From the Judgment and Order dated 12.4.1985 of the Allahabad High Court in Civil Misc. Writ Petn. No. 3441 of 1984.

J.P. Goyal, Rajesh for the Appellants in C.A. No. 41 15 of 1985.

Anil Dev Singh, Mrs. S. Dikshit and Sudhir Kulshreshta for the Appellants in C.A. No. 4116 of 1985.

R. Ramachandran for the Respondents.

The Judgment of the Court was delivered by DUTT, J.These two appeals by special leave, one pre- ferred by the State of U.P. and the other by the Cane Super- visors of the Cane Development Department, U.P., are direct- ed against the judgment of the Allahabad High Court directing the State Government to merge the posts of Ganna Gram Sewaks and Ganna Supervisors into the cadre of Ganna Sahayak in the pay scale of Rs.400- 615 with effect from 1-7-1979.

One of the Ganna Gram Sewaks, Shri Vyas Muni Mishra, the respondent No. 1, filed a writ petition before the Allahabad High Court praying for a writ of mandamus directing the State Government to merge the posts of Ganna Gram Sewaks and Cane Supervisors into one cadre of 'Ganna Sahayak'. The High Court took the view that although the minimum educational qualifications required were High School for Ganna Gram Sewaks and Intermediate in Agriculture for Cane Supervisors, since 1975 the minimum qualification for both Ganna Gram Sewaks and Cane Supervisors became Intermediate in Agricul- ture. Further, the High Court was of the view that the nature of duties performed by the members of these two categories of posts was the same.

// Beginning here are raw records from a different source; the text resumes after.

package mip

import (
	"math"
	"sort"
)

// presolved holds a reduced problem and what is needed to map its
// solutions back to the original columns. Only reductions that keep at
// least one optimal solution are applied, so the optimum of the reduced
// problem plus objShift is the optimum of the original.
type presolved struct {
	orig *Problem
	red  *Problem
	// colMap[k] is the original column of reduced column k.
	colMap []int
	// value of every original column that was removed (fixed).
	fixed   []float64
	removed []bool
	// objShift is the objective constant contributed by removed columns
	// (ObjOffset of the original is not included).
	objShift   float64
	infeasible bool
	// setCover is true when the reduced problem is a pure set-covering
	// problem: every row Σ x_j ≥ 1 with unit coefficients, every column
	// binary with nonnegative cost.
	setCover bool
	// Counts of reductions, for tests and messages.
	rowsRemoved, colsRemoved int
}

// postsolve maps a solution of the reduced problem to the original space.
func (ps *presolved) postsolve(xr []float64) []float64 {
	x := make([]float64, ps.orig.LP.NumCols)
	copy(x, ps.fixed)
	for k, j := range ps.colMap {
		x[j] = xr[k]
	}
	return x
}

// reduce maps a solution of the original problem to the reduced space; nil
// when x has the wrong length.
func (ps *presolved) reduce(x []float64) []float64 {
	if len(x) != ps.orig.LP.NumCols {
		return nil
	}
	xr := make([]float64, len(ps.colMap))
	for k, j := range ps.colMap {
		xr[k] = x[j]
	}
	return xr
}

// agrees reports whether x gives every column presolve removed the value
// presolve fixed it at (within the integrality tolerance), so that x is a
// solution of the reduced problem exactly when its reduction is.
func (ps *presolved) agrees(x []float64) bool {
	for j, rm := range ps.removed {
		if rm && math.Abs(x[j]-ps.fixed[j]) > intTol {
			return false
		}
	}
	return true
}

// presolve work state: a doubly indexed copy of the matrix with live
// flags. Rows are kept by column lists and column lists by rows.
type psWork struct {
	m, n       int
	cost       []float64
	colLo      []float64
	colUp      []float64
	rowLo      []float64
	rowUp      []float64
	integer    []bool
	colRows    [][]int
	colVals    [][]float64
	rowCols    [][]int
	rowVals    [][]float64
	colAlive   []bool
	rowAlive   []bool
	fixed      []float64
	shift      float64
	infeasible bool
	// Rows that still list a removed column: fixCol only marks them, and
	// compact drops the dead entries before the row lists are read again.
	// Removing a column from each of its rows at once costs the length
	// of the row every time, which made presolve quadratic on models with
	// long rows (a rig's days row lists every option of the rig) where
	// many columns are fixed.
	dirty     []bool
	dirtyRows []int
}

const psTol = 1e-9

// presolve reduces p. The general rules (exact for any MIP): rounding of
// integer column bounds, removal of fixed and empty columns, of empty
// and free rows, of rows that their activity bounds make redundant,
// singleton rows turned into column bounds. When the problem is set
// covering it also applies, repeatedly, the reductions of Beasley (1987,
// EJOR 31:85–93, §2): a row whose column set contains another row's is
// dropped; a column whose rows are a subset of a no more expensive
// column's rows is dropped (ties keep the lower index); a column whose cost is at least the sum over
// its rows of the cheapest other live column covering the row is
// dropped; a row covered by one column only fixes that column to 1.
func presolve(p *Problem) *presolved {
	q := &p.LP
	m, n := q.NumRows, q.NumCols
	w := &psWork{
		m: m, n: n,
		cost:     append([]float64(nil), q.Obj...),
		colLo:    append([]float64(nil), q.ColLo...),
		colUp:    append([]float64(nil), q.ColUp...),
		rowLo:    append([]float64(nil), q.RowLo...),
		rowUp:    append([]float64(nil), q.RowUp...),
		integer:  p.Integer,
		colRows:  make([][]int, n),
		colVals:  make([][]float64, n),
		rowCols:  make([][]int, m),
		rowVals:  make([][]float64, m),
		colAlive: make([]bool, n),
		rowAlive: make([]bool, m),
		fixed:    make([]float64, n),
		dirty:    make([]bool, m),
	}
	for j := 0; j < n; j++ {
		w.colAlive[j] = true
		for k := q.ColStart[j]; k < q.ColStart[j+1]; k++ {
			if q.Value[k] == 0 {
				continue
			}
			i := q.RowIndex[k]
			w.colRows[j] = append(w.colRows[j], i)
			w.colVals[j] = append(w.colVals[j], q.Value[k])
			w.rowCols[i] = append(w.rowCols[i], j)
			w.rowVals[i] = append(w.rowVals[i], q.Value[k])
		}
	}
	for i := range w.rowAlive {
		w.rowAlive[i] = true
	}
	for j := 0; j < n; j++ {
		if w.integer[j] {
			w.colLo[j] = math.Ceil(w.colLo[j] - 1e-9)
			w.colUp[j] = math.Floor(w.colUp[j] + 1e-9)
			if w.colLo[j] > w.colUp[j] {
				w.infeasible = true
			}
		}
	}
	for pass := 0; pass < 50 && !w.infeasible; pass++ {
		changed := w.generalPass()
		if w.infeasible {
			break
		}
		if w.isSetCover() {
			if w.coverPass() {
				changed = true
			}
		}
		if !changed {
			break
		}
	}
	return w.build(p)
}

// fixCol removes column j at value v, moving its contribution into the
// row bounds and the objective constant.
func (w *psWork) fixCol(j int, v float64) {
	w.colAlive[j] = false
	w.fixed[j] = v
	w.shift += w.cost[j] * v
	for k, i := range w.colRows[j] {
		if !w.rowAlive[i] {
			continue
		}
		a := w.colVals[j][k] * v
		w.rowLo[i] -= a
		w.rowUp[i] -= a
		if !w.dirty[i] {
			w.dirty[i] = true
			w.dirtyRows = append(w.dirtyRows, i)
		}
	}
}

// compact drops removed columns from the rows fixCol marked, keeping the
// order of the others: one pass over each marked row.
func (w *psWork) compact() {
	for _, i := range w.dirtyRows {
		w.dirty[i] = false
		cols, vals := w.rowCols[i], w.rowVals[i]
		k := 0
		for t, j := range cols {
			if w.colAlive[j] {
				cols[k], vals[k] = j, vals[t]
				k++
			}
		}
		w.rowCols[i], w.rowVals[i] = cols[:k], vals[:k]
	}
	w.dirtyRows = w.dirtyRows[:0]
}

func (w *psWork) removeRow(i int) {
	w.rowAlive[i] = false
	for _, j := range w.rowCols[i] {
		rows, vals := w.colRows[j], w.colVals[j]
		for k, r := range rows {
			if r == i {
				w.colRows[j] = append(rows[:k:k], rows[k+1:]...)
				w.colVals[j] = append(vals[:k:k], vals[k+1:]...)
				break
			}
		}
	}
}

// generalPass applies the rules that are exact for every MIP. It reports
// whether anything changed.
func (w *psWork) generalPass() bool {
	changed := false
	for j := 0; j < w.n; j++ {
		if !w.colAlive[j] {
			continue
		}
		lo, up := w.colLo[j], w.colUp[j]
		if lo > up+psTol {
			w.infeasible = true
			return true
		}
		if up-lo <= psTol {
			w.fixCol(j, lo)
			changed = true
			continue
		}
		if len(w.colRows[j]) == 0 {
			c := w.cost[j]
			var v float64
			switch {
			case c > 0 && !math.IsInf(lo, -1):
				v = lo
			case c < 0 && !math.IsInf(up, 1):
				v = up
			case c == 0:
				v = math.Max(lo, math.Min(up, 0))
			default:
				continue // unbounded direction: leave it to the LP
			}
			w.fixCol(j, v)
			changed = true
		}
	}
	w.compact()
	for i := 0; i < w.m; i++ {
		if !w.rowAlive[i] {
			continue
		}
		lo, up := w.rowLo[i], w.rowUp[i]
		cols := w.rowCols[i]
		if len(cols) == 0 {
			if lo > 1e-7*(1+math.Abs(lo)) || up < -1e-7*(1+math.Abs(up)) {
				w.infeasible = true
				return true
			}
			w.removeRow(i)
			changed = true
			continue
		}
		if math.IsInf(lo, -1) && math.IsInf(up, 1) {
			w.removeRow(i)
			changed = true
			continue
		}
		if len(cols) == 1 {
			j, a := cols[0], w.rowVals[i][0]
			blo, bup := lo/a, up/a
			if a < 0 {
				blo, bup = bup, blo
			}
			if w.integer[j] {
				blo = math.Ceil(blo - 1e-9)
				bup = math.Floor(bup + 1e-9)
			}
			if blo > w.colLo[j] {
				w.colLo[j] = blo
			}
			if bup < w.colUp[j] {
				w.colUp[j] = bup
			}
			if w.colLo[j] > w.colUp[j]+psTol {
				w.infeasible = true
				return true
			}
			w.removeRow(i)
			changed = true
			continue
		}
		// Activity bounds.
		minAct, maxAct := 0.0, 0.0
		for k, j := range cols {
			a := w.rowVals[i][k]
			if a > 0 {
				minAct += a * w.colLo[j]
				maxAct += a * w.colUp[j]
			} else {
				minAct += a * w.colUp[j]
				maxAct += a * w.colLo[j]
			}
		}
		if minAct > up+1e-7*(1+math.Abs(up)) || maxAct < lo-1e-7*(1+math.Abs(lo)) {
			w.infeasible = true
			return true
		}
		if minAct >= lo-psTol && maxAct <= up+psTol {
			w.removeRow(i)
			changed = true
		}
	}
	return changed
}

// isSetCover reports whether the live problem is pure set covering.
func (w *psWork) isSetCover() bool {
	any := false
	for j := 0; j < w.n; j++ {
		if !w.colAlive[j] {
			continue
		}
		any = true
		if !w.integer[j] || w.colLo[j] != 0 || w.colUp[j] != 1 || w.cost[j] < 0 {
			return false
		}
		for _, v := range w.colVals[j] {
			if v != 1 {
				return false
			}
		}
	}
	for i := 0; i < w.m; i++ {
		if w.rowAlive[i] && (w.rowLo[i] != 1 || !math.IsInf(w.rowUp[i], 1)) {
			return false
		}
	}
	return any
}

// coverPass applies the set-covering reductions once.
func (w *psWork) coverPass() bool {
	changed := false
	// Zero-cost columns can be taken: fix to 1 (their rows become
	// redundant in the next general pass).
	for j := 0; j < w.n; j++ {
		if w.colAlive[j] && w.cost[j] == 0 {
			w.fixCol(j, 1)
			changed = true
		}
	}
	if changed {
		return true
	}
	w.compact()
	// Row dominance: drop row i when another live row k has
	// cols(k) ⊆ cols(i); identical rows keep the lower index.
	rows := w.liveRows()
	sort.SliceStable(rows, func(a, b int) bool { return len(w.rowCols[rows[a]]) < len(w.rowCols[rows[b]]) })
	mark := make([]int, w.n)
	for j := range mark {
		mark[j] = -1
	}
	for a, k := range rows {
		if !w.rowAlive[k] {
			continue
		}
		for _, j := range w.rowCols[k] {
			mark[j] = k
		}
		// Candidates i ⊇ k: rows containing k's first (rarest) column.
		first := w.rowCols[k][0]
		for _, j := range w.rowCols[k] {
			if len(w.colRows[j]) < len(w.colRows[first]) {
				first = j
			}
		}
		for _, i := range append([]int(nil), w.colRows[first]...) {
			if i == k || !w.rowAlive[i] || len(w.rowCols[i]) < len(w.rowCols[k]) {
				continue
			}
			if len(w.rowCols[i]) == len(w.rowCols[k]) && i < k {
				continue // identical rows: keep the lower index
			}
			cnt := 0
			for _, j := range w.rowCols[i] {
				if mark[j] == k {
					cnt++
				}
			}
			if cnt == len(w.rowCols[k]) {
				w.removeRow(i)
				changed = true
			}
		}
		_ = a
	}
	// Column dominance: drop j when a live column k ≠ j covers every row
	// of j at no higher cost; among columns with equal rows and cost the
	// lowest index stays.
	colMark := make([]int, w.m)
	for i := range colMark {
		colMark[i] = -1
	}
	for j := 0; j < w.n; j++ {
		if !w.colAlive[j] || len(w.colRows[j]) == 0 {
			continue
		}
		rare := w.colRows[j][0]
		for _, i := range w.colRows[j] {
			colMark[i] = j
			if len(w.rowCols[i]) < len(w.rowCols[rare]) {
				rare = i
			}
		}
		for _, k := range w.rowCols[rare] {
			if k == j || !w.colAlive[k] || w.cost[k] > w.cost[j] || len(w.colRows[k]) < len(w.colRows[j]) {
				continue
			}
			if w.cost[k] == w.cost[j] && len(w.colRows[k]) == len(w.colRows[j]) && k > j {
				continue // identical twin: keep the lower index
			}
			cnt := 0
			for _, i := range w.colRows[k] {
				if colMark[i] == j {
					cnt++
				}
			}
			if cnt == len(w.colRows[j]) {
				w.fixCol(j, 0)
				changed = true
				break
			}
		}
	}
	w.compact()
	// Beasley's cost rule: drop j when
	// c_j ≥ Σ_{i ∈ rows(j)} min{c_k : k ≠ j live, k covers i}.
	for j := 0; j < w.n; j++ {
		if !w.colAlive[j] {
			continue
		}
		sum := 0.0
		for _, i := range w.colRows[j] {
			best := math.Inf(1)
			for _, k := range w.rowCols[i] {
				if k != j && w.colAlive[k] && w.cost[k] < best {
					best = w.cost[k]
				}
			}
			sum += best
			if sum > w.cost[j] {
				break
			}
		}
		if sum <= w.cost[j] {
			w.fixCol(j, 0)
			changed = true
		}
	}
	return changed
}

func (w *psWork) liveRows() []int {
	var rows []int
	for i := 0; i < w.m; i++ {
		if w.rowAlive[i] {
			rows = append(rows, i)
		}
	}
	return rows
}

func (w *psWork) build(p *Problem) *presolved {
	ps := &presolved{orig: p, fixed: w.fixed, removed: make([]bool, w.n), objShift: w.shift, infeasible: w.infeasible}
	if w.infeasible {
		return ps
	}
	rowMap := make([]int, w.m)
	var rowNames []string
	mr := 0
	for i := 0; i < w.m; i++ {
		rowMap[i] = -1
		if w.rowAlive[i] {
			rowMap[i] = mr
			mr++
			if p.RowNames != nil {
				rowNames = append(rowNames, p.RowNames[i])
			}
		} else {
			ps.rowsRemoved++
		}
	}
	red := &Problem{Name: p.Name, RowNames: rowNames}
	rq := &red.LP
	rq.NumRows = mr
	for i := 0; i < w.m; i++ {
		if w.rowAlive[i] {
			rq.RowLo = append(rq.RowLo, w.rowLo[i])
			rq.RowUp = append(rq.RowUp, w.rowUp[i])
		}
	}
	rq.ColStart = []int{0}
	for j := 0; j < w.n; j++ {
		if !w.colAlive[j] {
			ps.removed[j] = true
			ps.colsRemoved++
			continue
		}
		ps.colMap = append(ps.colMap, j)
		rq.Obj = append(rq.Obj, w.cost[j])
		rq.ColLo = append(rq.ColLo, w.colLo[j])
		rq.ColUp = append(rq.ColUp, w.colUp[j])
		red.Integer = append(red.Integer, w.integer[j])
		if p.ColNames != nil {
			red.ColNames = append(red.ColNames, p.ColNames[j])
		}
		// Rows sorted ascending (colRows keeps the original order).
		for k, i := range w.colRows[j] {
			rq.RowIndex = append(rq.RowIndex, rowMap[i])
			rq.Value = append(rq.Value, w.colVals[j][k])
		}
		rq.ColStart = append(rq.ColStart, len(rq.RowIndex))
	}
	rq.NumCols = len(ps.colMap)
	if rq.Obj == nil {
		rq.Obj, rq.ColLo, rq.ColUp, red.Integer = []float64{}, []float64{}, []float64{}, []bool{}
	}
	if rq.RowLo == nil {
		rq.RowLo, rq.RowUp = []float64{}, []float64{}
	}
	if p.ColNames != nil && red.ColNames == nil {
		red.ColNames = []string{}
	}
	ps.red = red
	// Re-check set-cover structure on the result.
	ps.setCover = rq.NumCols > 0 && w.isSetCover()
	return ps
}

Accordingly, relying upon the principle of equal pay for equal work, as contained in Article 39(d) of the Constitution, the High Court allowed the writ petition and directed the State Government to merge the posts of Ganna Gram Sewak and that of Cane Supervisor into one post as Ganna Sahayak in the pay scale of Rs.400- 615 with effect from July 1, 1979. The State of U.P. and the Cane Supervisors being aggrieved by the judgment of the High Court have preferred the above appeals.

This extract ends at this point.